-- Extracted entries follows --

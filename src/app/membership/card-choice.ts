import {
  ChangeDetectionStrategy,
  ChangeDetectorRef,
  Component,
  computed,
  effect,
  inject,
  input,
  signal,
  viewChild,
} from '@angular/core';
import { rxResource } from '@angular/core/rxjs-interop';
import { FormControl, ReactiveFormsModule } from '@angular/forms';
import { MatFormFieldModule } from '@angular/material/form-field';
import { MatSelectModule } from '@angular/material/select';
import { CardEntryApi } from '../shared/card-entry';
import { FieldErrorPipe } from '../shared/field-error-pipe';
import { StripeCard } from '../shared/stripe-card';
import { TEST_CARDS } from '../shared/test-cards';
import type { SavedCard } from '@contracts/membership/membership-answers';

/** The control value for "the card typed into the processor's frame"; swapped for a token when paying. */
export const NEW_CARD = 'new-card';

/** "Visa ending 4242", or a plain phrase for a card saved before brands were kept. */
export function savedCardText(card: SavedCard | null): string {
  return card ? `${card.brand} ending ${card.last4}` : 'The card on file';
}

/**
 * The card field of the dues forms. The control holds '' for the card on file, a test token from the shared list
 * while Padside talks to the local fake, or NEW_CARD for a card typed into the processor's frame (Stripe.js, when a
 * publishable key is set); `token()` turns that into what the API takes.
 */
@Component({
  selector: 'ps-card-choice',
  imports: [ReactiveFormsModule, MatFormFieldModule, MatSelectModule, FieldErrorPipe, StripeCard],
  template: `
    @if (entry.value(); as e) {
      @if (e.mode === 'test-cards' || hasSavedCard()) {
        <mat-form-field class="ps-full-width" subscriptSizing="dynamic">
          <mat-label>{{ label() }}</mat-label>
          <mat-select [formControl]="control()">
            @if (hasSavedCard()) {
              <mat-option value="">{{ savedText() }} (on file)</mat-option>
            }
            @if (e.mode === 'stripe-js') {
              <mat-option [value]="newCard">A new card</mat-option>
            } @else {
              @for (c of cards; track c.token) {
                <mat-option [value]="c.token">{{ c.label }}</mat-option>
              }
            }
          </mat-select>
          @if (e.mode === 'test-cards') {
            <mat-hint>Test mode: pick one of the payment processor's test cards. No real card is charged.</mat-hint>
          }
          <mat-error>{{ control() | fieldError: 'Card' }}</mat-error>
        </mat-form-field>
      }
      @if (e.mode === 'stripe-js' && (!hasSavedCard() || chosen() === newCard)) {
        <p class="form-note">
          Type the card below. It goes straight to the card processor in its own secure frame; card numbers never reach
          Padside.
        </p>
        <ps-stripe-card [publishableKey]="e.publishableKey" (completeChange)="frameComplete($event)" />
        @if (!hasSavedCard() && control().touched && control().invalid) {
          <p class="field-problem" role="alert">{{ control() | fieldError: 'Card' }}</p>
        }
      }
    } @else if (entry.error()) {
      <p class="form-problem" role="alert">Payment options could not load. Reload the page to try again.</p>
    }
  `,
  styles: `
    .field-problem {
      color: var(--mat-sys-error);
      margin: 4px 0;
    }
    ps-stripe-card {
      display: block;
      margin-bottom: 16px;
    }
  `,
  changeDetection: ChangeDetectionStrategy.OnPush,
})
export class CardChoice {
  readonly control = input.required<FormControl<string>>();
  readonly label = input('Card');
  readonly hasSavedCard = input(false);
  readonly savedCard = input<SavedCard | null>(null);

  private readonly cardEntryApi = inject(CardEntryApi);
  protected readonly entry = rxResource({ stream: () => this.cardEntryApi.cardEntry() });
  protected readonly cards = TEST_CARDS;
  protected readonly newCard = NEW_CARD;
  protected readonly savedText = computed(() => savedCardText(this.savedCard()));
  protected readonly chosen = signal('');
  private readonly frame = viewChild(StripeCard);

  constructor() {
    // The frame shows while "a new card" is chosen (a reset of the form puts the choice back too); the message
    // beside the frame follows the control's touched state and errors, which are not signals.
    const cdr = inject(ChangeDetectorRef);
    effect((onCleanup) => {
      const control = this.control();
      this.chosen.set(control.value);
      const sub = control.events.subscribe(() => {
        this.chosen.set(control.value);
        cdr.markForCheck();
      });
      onCleanup(() => sub.unsubscribe());
    });
  }

  /** Without a card on file the frame is the only choice: the control says whether it holds a complete card. */
  protected frameComplete(complete: boolean): void {
    if (this.hasSavedCard()) return;
    this.control().setValue(complete ? NEW_CARD : '');
    this.control().markAsTouched();
  }

  /** What to send as `paymentToken`: a token, or undefined for the card on file. */
  async token(): Promise<string | undefined> {
    const value = this.control().value;
    if (value !== NEW_CARD) return value || undefined;
    const frame = this.frame();
    if (!frame) throw new Error('Card entry has not loaded yet.');
    return frame.token();
  }
}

-- Extracted entries concluded --

Work to be completed: Could you please report how many lines of the listing above hold the word "holds"? Only the number is needed.

Answer space: 2